YOUR ASSIGNMENT:
Locate the word "font" in the data below, then copy every line that holds it.

DATA FOR THE TASK below:

def trend_svg(spec: Mapping, width: float = 360.0, plot_height: float = 190.0) -> str:
    """A trend chart: value against time, one series per depth or sample kind.

    ``spec`` keys:

    * ``title`` (str), ``y_label`` (str, with its unit)
    * ``series``: list of ``{"name", "points": [{"t", "y", "key", "label",
      "flagged"}]}``; ``t`` an ISO date or date-time. Each point becomes one
      ``path.mark`` carrying ``data-key`` (the reading's id).
    * ``bands`` (optional): ``{"lo", "hi" (None = open), "label", "key"}`` in
      the value's unit, drawn as background.
    * ``lines`` (optional): ``{"y", "label", "key", "dash"}`` horizontal
      reference lines (a crop's threshold, its 90/75/50 % yield ECe, a target).
    * ``highlight`` (optional): a date drawn as a vertical line ("this visit").

    Returns '' when there is no point to draw.
    """
    series = [s for s in spec.get("series", ()) if s.get("points")]
    pts = [(i, p) for i, s in enumerate(series) for p in s["points"]
           if p.get("y") is not None and math.isfinite(float(p["y"]))]
    if not pts:
        return ""
    lines = list(spec.get("lines") or ())
    bands = list(spec.get("bands") or ())
    ticks, shown, hidden = _axis_top([float(p["y"]) for _, p in pts], lines)
    y_top = ticks[-1]

    times = [_day_number(parse_time(p["t"])) for _, p in pts]
    hl = None
    if spec.get("highlight"):
        hl = _day_number(parse_time(spec["highlight"]))
        times_all = times + [hl]
    else:
        times_all = times
    d0, d1 = min(times_all), max(times_all)
    pad = max((d1 - d0) * 0.04, 0.5)
    d0, d1 = d0 - pad, d1 + pad

    ml, mr, mt = 40.0, 8.0, 10.0
    x0, x1 = ml, width - mr
    y_base = mt + plot_height

    def X(d):
        return x0 + (d - d0) / (d1 - d0) * (x1 - x0)

    def Y(v):
        return y_base - v / y_top * plot_height

    body = []
    body.append(f'<rect x="{_f(x0)}" y="{_f(mt)}" width="{_f(x1 - x0)}" height="{_f(plot_height)}" '
                f'fill="#ffffff"/>')
    rects, band_labels = _band_rects(bands, Y, y_top, x0, x1)
    body.append(rects)
    # grid and y axis
    for v in ticks:
        y = Y(v)
        body.append(f'<line class="tick" data-value="{fmt(v, 6)}" x1="{_f(x0)}" y1="{_f(y)}" '
                    f'x2="{_f(x1)}" y2="{_f(y)}" stroke="#000" stroke-opacity="0.15"/>')
        body.append(f'<text x="{_f(x0 - 4)}" y="{_f(y + 4)}" text-anchor="end" '
                    f'font-size="11">{fmt(v)}</text>')
    body.append(f'<text x="11" y="{_f(mt + plot_height / 2)}" font-size="11" text-anchor="middle" '
                f'transform="rotate(-90 11 {_f(mt + plot_height / 2)})">{esc(spec.get("y_label", ""))}</text>')
    # time axis
    for d, label in time_ticks(d0, d1):
        x = X(d)
        body.append(f'<line x1="{_f(x)}" y1="{_f(mt)}" x2="{_f(x)}" y2="{_f(y_base + 4)}" '
                    f'stroke="#000" stroke-opacity="0.12"/>')
        body.append(f'<text x="{_f(x)}" y="{_f(y_base + 16)}" text-anchor="middle" '
                    f'font-size="11">{esc(label)}</text>')
    # reference lines
    for k, l in enumerate(shown):
        y = Y(float(l["y"]))
        dash = l.get("dash", LINE_DASHES[k % len(LINE_DASHES)])
        body.append(f'<line class="ref-line" data-key="{esc(l.get("key", ""))}" '
                    f'data-value="{fmt(float(l["y"]), 6)}" x1="{_f(x0)}" y1="{_f(y)}" x2="{_f(x1)}" '
                    f'y2="{_f(y)}" stroke="#000" stroke-width="1.5" stroke-dasharray="{dash}">'
                    f'<title>{esc(l.get("label", ""))}</title></line>')
        if l.get("short"):
            body.append(f'<text x="{_f(x0 + 3)}" y="{_f(y - 3)}" font-size="10" '
                        f'paint-order="stroke" stroke="#fff" stroke-width="3">{esc(l["short"])}</text>')
    body.append(band_labels)
    if hl is not None:
        x = X(hl)
        body.append(f'<line class="highlight" x1="{_f(x)}" y1="{_f(mt)}" x2="{_f(x)}" '
                    f'y2="{_f(y_base)}" stroke="#000" stroke-width="1.2" stroke-dasharray="5 2 1 2"/>')
        right = x > x1 - 60
        body.append(f'<text x="{_f(x - 3 if right else x + 3)}" y="{_f(y_base - 5)}" '
                    f'text-anchor="{"end" if right else "start"}" font-size="10" '
                    f'paint-order="stroke" stroke="#fff" stroke-width="3">this visit</text>')
    # series: line, then marks
    for i, s in enumerate(series):
        sp = sorted(((_day_number(parse_time(p["t"])), float(p["y"]), p) for p in s["points"]
                     if p.get("y") is not None and math.isfinite(float(p["y"]))),
                    key=lambda a: a[0])
        shape, filled, dash, colour = _style(i)
        if len(sp) > 1:
            path = " ".join(f"{_f(X(d))},{_f(Y(v))}" for d, v, _ in sp)
            body.append(f'<polyline class="series-line" points="{path}" fill="none" '
                        f'stroke="{colour}" stroke-width="1.6" stroke-dasharray="{dash}"/>')
        for d, v, p in sp:
            body.append(_mark(i, X(d), Y(v), p.get("key"), p.get("label") or
                              f'{s["name"]}: {fmt(v)}', bool(p.get("flagged"))))
    body.append(f'<rect x="{_f(x0)}" y="{_f(mt)}" width="{_f(x1 - x0)}" height="{_f(plot_height)}" '
                f'fill="none" stroke="#000" stroke-width="1"/>')

    items = [(_series_swatch(i), s["name"]) for i, s in enumerate(series)]
    if any(p.get("flagged") for _, p in pts):
        items.append((FLAG_SWATCH, "flag raised"))
    for k, l in enumerate(shown):
        items.append((_line_swatch(l.get("dash", LINE_DASHES[k % len(LINE_DASHES)])),
                      l.get("label", "")))
    for l in hidden:
        items.append(("", f'{l.get("label", "")}: {fmt(float(l["y"]))} (above the chart)'))
    legend, lh = _legend(items, 6.0, y_base + 34, width - 12)
    height = y_base + 28 + lh
    return (_open_svg(width, height, "chart trend", spec.get("title", "trend"),
                      f' data-y-top="{fmt(y_top, 6)}"')
            + "".join(body) + legend + "</svg>")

End of DATA FOR THE TASK.

EXERCISE RESPONSE:
                    f'font-size="11">{fmt(v)}</text>')
    body.append(f'<text x="11" y="{_f(mt + plot_height / 2)}" font-size="11" text-anchor="middle" '
                    f'font-size="11">{esc(label)}</text>')
            body.append(f'<text x="{_f(x0 + 3)}" y="{_f(y - 3)}" font-size="10" '
                    f'text-anchor="{"end" if right else "start"}" font-size="10" '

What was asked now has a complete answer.